Sono in macchina verso casa, fuori ormai è quasi buio. Anche oggi ho dedicato almeno dieci ore ad un lavoro di cui non ho nessun interesse, ho tolto dieci ore alla mia giornata senza aver fatto niente di utile per il mio corpo o per la mia mente, e togliendo le ore che dormo, che sono in bagno e che mangio, mi rimangono quattro o massimo cinque ore per me e per fare tutto il resto, in cui sono sono stanco perché ho lavorato tutto il giorno. Eh ma stasera appena arrivo a casa mi do da fare, anche perché se non lo faccio io, chi dovrebbe farlo?

Entro, mi tolgo la giacca, mi levo le scarpe mentre cammino, mi libero dalla camicia, mi sfilo i jeans, le mutande, i calzettini, vado verso il bagno e mi butto sotto la doccia. Finisco dopo dodici minuti, mi assciugo i capelli, mi do il deodorante e un po’ di crema idratante sul viso. Vado in camera, mi infilo una maglietta ed un paio di mutande pulite. Poi vado in sala, cerco il telecomando nascosto trai i cuscini del divano e accendo la tv, vado in cucina, prendo dei grissini, torno in sala e mi metto perfettamente comodo sul divano. Guardo il cellulare e vedo un messaggio di Claudio che mi chiede se stasera andiamo a bere una birra, gli rispondo che stasera ho da fare, magari venerdì.
Penso che appena mi alzo dal divano vado a spostare la lancetta della sveglia e subito dopo inizio a guardare sul pc come vanno fatti i cv oggi.
Se lei fosse ancora qui con me, mi direbbe di farlo subito e di non perdere tempo.
Però adesso chiudo un po’ gli occhi, mi serve un’attimo di relax.
Li riapro a metá del telegiornale, alle venti e quindici. Ho fame, mi alzo ancora appisolato e vado in cucina a mettere su l’acqua per farmi un piatto di pasta. Intanto che prendo giù una pentola, sento che dopo il telegiornale c’è un bel film che ho già visto tre volte, ma lo guardo ancora volentieri. L’ho anche su dvd, ma le tre volte l’ho sempre visto in televisione.

A mezzanotte e venti spengo la tv, mi alzo dal divano per andare in cucina, bevo un po’ d’acqua e poi vado in bagno, poi in camera. Mi siedo sul letto e prendo la sveglia in mano, la volto per guardarci dietro e mettere le dita sulla rotellina per girare la lancetta rossa. La sposto in avanti di quattro cinque minuti, pensando che domattina avrei dovuto fare le cose un pochino più in fretta, per non incappare in qualche scomodo imprevisto di percorso e arrivare al lavoro al solito orario. Mi stendo, mi copro col lenzuolo e spengo la luce.
Non riesco a dormire subito, mi metto a pensare a tutti i cambiamenti che voglio fare domani.
Prima cosa non mando più al diavolo tutti quelli che mi sorpassano ai duecento km/h alle sette e quaranta per andare a lavorare.

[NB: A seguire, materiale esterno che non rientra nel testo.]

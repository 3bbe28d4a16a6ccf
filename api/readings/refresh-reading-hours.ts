// Keeps the hourly minimum/maximum table in step with a logger's readings over the hours a file touched.
import { QueryTypes, type Sequelize, type Transaction } from 'sequelize';

export async function refreshReadingHours(sequelize: Sequelize, transaction: Transaction, loggerId: number, from: number, to: number): Promise<void> {
  await sequelize.query(
    `INSERT INTO reading_hours (logger_id, hour, min_c, max_c, sum_c, count)
     SELECT :loggerId, date_trunc('hour', at, 'UTC'), min(temp_c), max(temp_c), sum(temp_c), count(*)
     FROM readings
     WHERE logger_id = :loggerId
       AND at >= date_trunc('hour', to_timestamp(:from::float8 / 1000), 'UTC')
       AND at < date_trunc('hour', to_timestamp(:to::float8 / 1000), 'UTC') + interval '1 hour'
     GROUP BY 2
     ON CONFLICT (logger_id, hour) DO UPDATE
       SET min_c = EXCLUDED.min_c, max_c = EXCLUDED.max_c, sum_c = EXCLUDED.sum_c, count = EXCLUDED.count`,
    { replacements: { loggerId, from, to }, type: QueryTypes.INSERT, transaction },
  );
}
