// Loads a fridge's stored readings over a span, primary and backup apart, through COPY (a row per reading is the slow part).
import { to as copyTo } from 'pg-copy-streams';
import type { Transaction } from 'sequelize';
import type { TimedReading } from '../../shared/logs/reading-durations.js';
import { transactionClient } from './transaction-client.js';

export interface FridgeLoggerRef {
  id: number;
  role: 'primary' | 'backup';
}

export interface FridgeReadings {
  primary: readonly TimedReading[];
  backup: readonly TimedReading[];
}

/**
 * Readings with `from <= at <= to` (epoch ms), sorted by time within each role. Where two loggers of one role
 * hold the same instant (a replaced primary overlapping its successor), the first is kept.
 */
export async function loadFridgeReadings(transaction: Transaction, loggers: readonly FridgeLoggerRef[], from: number, to: number): Promise<FridgeReadings> {
  const result = { primary: [] as TimedReading[], backup: [] as TimedReading[] };
  if (!loggers.length || !(from <= to)) return result;
  const roleOf = new Map(loggers.map((l) => [l.id, l.role]));
  const ids = loggers.map((l) => Math.trunc(l.id)).join(',');
  // COPY takes no parameters; every value here is a number we made.
  const sql = `COPY (SELECT (extract(epoch FROM at) * 1000)::bigint, temp_c, logger_id FROM readings
    WHERE logger_id IN (${ids}) AND at >= to_timestamp(${Math.floor(from)}::float8 / 1000) AND at <= to_timestamp(${Math.ceil(to)}::float8 / 1000)
    ORDER BY at, logger_id) TO STDOUT`;
  const stream = transactionClient(transaction).query(copyTo(sql));
  let rest = '';
  const take = (line: string) => {
    const tab1 = line.indexOf('\t');
    const tab2 = line.indexOf('\t', tab1 + 1);
    const reading = { at: Number(line.slice(0, tab1)), tempC: Number(line.slice(tab1 + 1, tab2)) };
    const list = roleOf.get(Number(line.slice(tab2 + 1))) === 'backup' ? result.backup : result.primary;
    if (list.length && list[list.length - 1].at === reading.at) return;
    list.push(reading);
  };
  for await (const chunk of stream) {
    const text = rest + (chunk as Buffer).toString('utf8');
    let start = 0;
    for (let end = text.indexOf('\n'); end !== -1; end = text.indexOf('\n', start)) {
      take(text.slice(start, end));
      start = end + 1;
    }
    rest = text.slice(start);
  }
  if (rest) take(rest);
  return result;
}
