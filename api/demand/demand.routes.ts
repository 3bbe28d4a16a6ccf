// Demand: the projection (admins, purchasing, veterinarians), stock settings, orders sent to suppliers and planned transfers (admins, purchasing).
import { plannedTransferInputSchema, productStockSettingsSchema, safetyProposalRequestSchema } from '../../shared/demand/demand-schemas.js';
import { purchaseOrderInputSchema } from '../../shared/receiving/purchase-order-schemas.js';
import type { AppContext } from '../app-context.js';
import { sendCachedJson } from '../cache/versioned-cache.js';
import { createSecureRouter } from '../http/secure-router.js';
import { parseIdParam } from '../http/params.js';
import { parseInput } from '../http/validate.js';
import { siteOfPurchaseOrder } from '../purchase-orders/purchase-orders-service.js';
import { createAndSendOrder, renderPurchaseOrderPdf, sendPurchaseOrder } from './order-sending-service.js';
import { purchasingOverview } from './overview-service.js';
import { projectSites } from './projection-service.js';
import { proposeSafetyStockFor } from './safety-proposal-service.js';
import { saveStockSettings } from './stock-settings-service.js';
import { closeTransfer, planTransfer, siteOfTransfer } from './transfers-service.js';

type Params = { params: Record<string, string | string[]> };

export function demandRoutes(context: AppContext) {
  const router = createSecureRouter('/api/demand');
  const buyers = ['admin', 'purchasing'] as const;
  const planners = ['admin', 'purchasing', 'veterinarian'] as const;
  const orderReaders = ['admin', 'purchasing', 'receiving', 'veterinarian'] as const;
  const siteOfParam = async (req: Params) => parseIdParam(req.params.siteId);
  const siteOfOrder = async (req: Params) => siteOfPurchaseOrder(parseIdParam(req.params.purchaseOrderId));
  const siteOfPlannedTransfer = async (req: Params) => siteOfTransfer(parseIdParam(req.params.transferId));
  const siteId = (req: Params) => parseIdParam(req.params.siteId);
  const productId = (req: Params) => parseIdParam(req.params.productId);

  router.get('/overview', { roles: buyers }, async (req, res) => {
    sendCachedJson(res, await purchasingOverview(req.user!));
  });

  router.get('/sites/:siteId/projection', { roles: planners, siteOf: siteOfParam }, async (req, res) => {
    const [view] = await projectSites(req.user!, [siteId(req)]);
    sendCachedJson(res, view);
  });

  router.put('/sites/:siteId/products/:productId/settings', { roles: buyers, siteOf: siteOfParam }, async (req, res) => {
    const input = parseInput(productStockSettingsSchema, req.body, 'stock settings');
    res.json(await saveStockSettings(context, req.user!.id, siteId(req), productId(req), input));
  });

  router.post('/sites/:siteId/products/:productId/safety-stock-proposal', { roles: buyers, siteOf: siteOfParam }, async (req, res) => {
    const { serviceLevel } = parseInput(safetyProposalRequestSchema, req.body, 'proposal');
    res.json(await proposeSafetyStockFor(siteId(req), productId(req), serviceLevel));
  });

  router.post('/sites/:siteId/orders', { roles: buyers, siteOf: siteOfParam }, async (req, res) => {
    const input = parseInput(purchaseOrderInputSchema, req.body, 'purchase order');
    res.status(201).json(await createAndSendOrder(context, req.user!.id, siteId(req), input));
  });

  router.post('/sites/:siteId/transfers', { roles: buyers, siteOf: siteOfParam }, async (req, res) => {
    const input = parseInput(plannedTransferInputSchema, req.body, 'planned transfer');
    res.status(201).json(await planTransfer(context, req.user!, siteId(req), input));
  });

  router.post('/transfers/:transferId/cancel', { roles: buyers, siteOf: siteOfPlannedTransfer }, async (req, res) => {
    res.json(await closeTransfer(context, req.user!.id, parseIdParam(req.params.transferId), 'cancelled'));
  });

  router.post('/transfers/:transferId/done', { roles: ['admin', 'purchasing', 'storage'], siteOf: siteOfPlannedTransfer }, async (req, res) => {
    res.json(await closeTransfer(context, req.user!.id, parseIdParam(req.params.transferId), 'done'));
  });

  router.get('/purchase-orders/:purchaseOrderId/pdf', { roles: orderReaders, siteOf: siteOfOrder }, async (req, res) => {
    const { reference, pdf } = await renderPurchaseOrderPdf(parseIdParam(req.params.purchaseOrderId), req.user!.id);
    res.type('application/pdf').set('Content-Disposition', `inline; filename="purchase-order-${reference}.pdf"`).send(pdf);
  });

  router.post('/purchase-orders/:purchaseOrderId/send', { roles: buyers, siteOf: siteOfOrder }, async (req, res) => {
    res.json(await sendPurchaseOrder(context, req.user!.id, parseIdParam(req.params.purchaseOrderId)));
  });

  return router;
}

Chi se ne frega, insomma, che si fottano. Piuttosto cerco qualche bella canzone per radio.
Paolo non lo saluto più, visto che ci stiamo sul cazzo, magari se mi sorride lo mando anche a fare in culo.
E da domani inizio ad organizzarmi con Simona, o almeno ci provo.
In mensa chiederò a Luigi se hanno un modulo per fare domanda di lavoro, o cosa e a chi devo lasciare il tutto.
Poi nella pausa scrivo a Claudio e gli chiedo se c’è venerdì sera per una birra.
E poi…, ci vado dietro.
Non vedo l’ora che sia domattina.
Cavolo, però sarebbe meglio che mi svegliassi un po’ prima del solito per affrontare al meglio la giornata, aspetta.
Accendo la luce e punto la sveglia alle sei e cinquanta. La riappoggio sul comodino, la guardo un po’ e penso che posso cambiare la mia vita anche se mi sveglio come al solito, non dipenderà tutto da dieci minuti. La riprendo in mano e la punto alle sette.
Spengo di nuovo la luce e prima di dormire penso che se domattina la sveglia non suonasse, perché si è scaricata la pila, sarebbe una figata.